The `rmarkdown`, `bookdown`, and `quarto` packages provide an excellent
framework for combining your scripts with documentation. This entire
website is written with `quarto` and `knitr`.
### Embrace the Tidyverse
The _tidyverse_ describes a set of R packages developed around core principles
of tidy data. Tidy data principles are outlined in a 2014
[paper](http://dx.doi.org/10.18637/jss.v059.i10) published in the
_Journal of Statistical Software_. The key tenants of tidy data are:
1. Each variable forms a column.
2. Each observation forms a row.
3. Each type of observational unit forms a table.
Location data from telemetry deployments often follows this type of structure ---
each location estimate is a row and the columns all represent variable
attributes associated with that location. Additionally, the location data
are usually organized into a single table. Behavior data, however, often
comes in a less structured format. Different behavior type data are sometimes
mixed within a single table and column headings do not consistently describe
the same variable (e.g. _Bin1_, _Bin2_, etc).
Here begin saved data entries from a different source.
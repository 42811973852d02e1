// A folder made read-only for the tests of "a project on read-only media",
// honestly for the user the tests run as: root passes every permission bit
// (access(2): "the superuser ... write access is granted"), so as root the
// folder becomes a read-only bind mount of itself in a private mount namespace
// of this process (mount(2) MS_BIND then MS_REMOUNT|MS_RDONLY, unshare(2)
// CLONE_NEWNS), which even root cannot write (EROFS); as any other user it and
// its files lose their write permission (chmod a-w). When neither can be done
// (root without CAP_SYS_ADMIN), why_not() says so and the test skips.
// It holds no checks of its own.
// Source: the Linux manual pages access(2), mount(2) and unshare(2).
#pragma once
#include <sched.h>
#include <sys/mount.h>
#include <sys/stat.h>
#include <unistd.h>

#include <cerrno>
#include <cstring>
#include <filesystem>
#include <string>
#include <vector>

namespace cairn::store::testing {

class ReadOnlyFolder {
 public:
  explicit ReadOnlyFolder(const std::string& folder) : folder_(folder) {
    namespace fs = std::filesystem;
    if (geteuid() == 0) {
      static const int ns = [] {
        if (unshare(CLONE_NEWNS) != 0) return errno;
        if (mount(nullptr, "/", nullptr, MS_REC | MS_PRIVATE, nullptr) != 0) return errno;
        return 0;
      }();
      if (ns != 0) {
        why_not_ = std::string("running as root and cannot make a private mount namespace: ") + std::strerror(ns);
        return;
      }
      if (mount(folder.c_str(), folder.c_str(), nullptr, MS_BIND, nullptr) != 0 ||
          mount(nullptr, folder.c_str(), nullptr, MS_REMOUNT | MS_BIND | MS_RDONLY, nullptr) != 0) {
        why_not_ = std::string("running as root and cannot bind-mount read-only: ") + std::strerror(errno);
        umount2(folder.c_str(), MNT_DETACH);
        return;
      }
      mounted_ = true;
      how_ = "a read-only bind mount (root)";
    } else {
      for (const auto& e : fs::directory_iterator(folder)) {
        chmod(e.path().c_str(), 0444);
        files_.push_back(e.path().string());
      }
      chmod(folder.c_str(), 0555);
      how_ = "chmod a-w";
    }
  }
  ~ReadOnlyFolder() {
    if (mounted_) umount2(folder_.c_str(), MNT_DETACH);
    if (!mounted_ && why_not_.empty()) {
      chmod(folder_.c_str(), 0755);
      for (const auto& f : files_) chmod(f.c_str(), 0644);
    }
  }
  ReadOnlyFolder(const ReadOnlyFolder&) = delete;
  ReadOnlyFolder& operator=(const ReadOnlyFolder&) = delete;

  const std::string& why_not() const { return why_not_; }
  const std::string& how() const { return how_; }

 private:
  std::string folder_, why_not_, how_;
  bool mounted_ = false;
  std::vector<std::string> files_;
};

}  // namespace cairn::store::testing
There are valid reasons for
tag vendors and data providers to transmit the source data in this way, but the
structure is not conducive to analysis.
The `tidyverse` package is a wrapper for a number of separate packages that each
contribute to the tidy'ing of data. The `tidyr`, `dplyr`, `readr`, and `purrr`
packages are key components. In addition, the `lubridate` package (not included
in the `tidyverse` package) is especially useful for consistent manipulation
of date-time values. More information and documentation for the packages can be
found at the [tidyverse.org](http://tidyverse.org) website.
Please note, however, that use of the _tidyverse_ packages are **not** a
requirement or indication of _tidy data principles_. So called, _base R_ and
other approaches in the R community can support tidy data and extensive
use of _tidyverse_ packages can also result in very un-tidy data.
### Anticipate Errors & Trap Them
Use R's error trapping functions (`try()` and `tryCatch()`) in areas of your
code where you anticipate parsing errors or potential issues with convergence
or fit. The `purrr::safely()` function also provides a great service.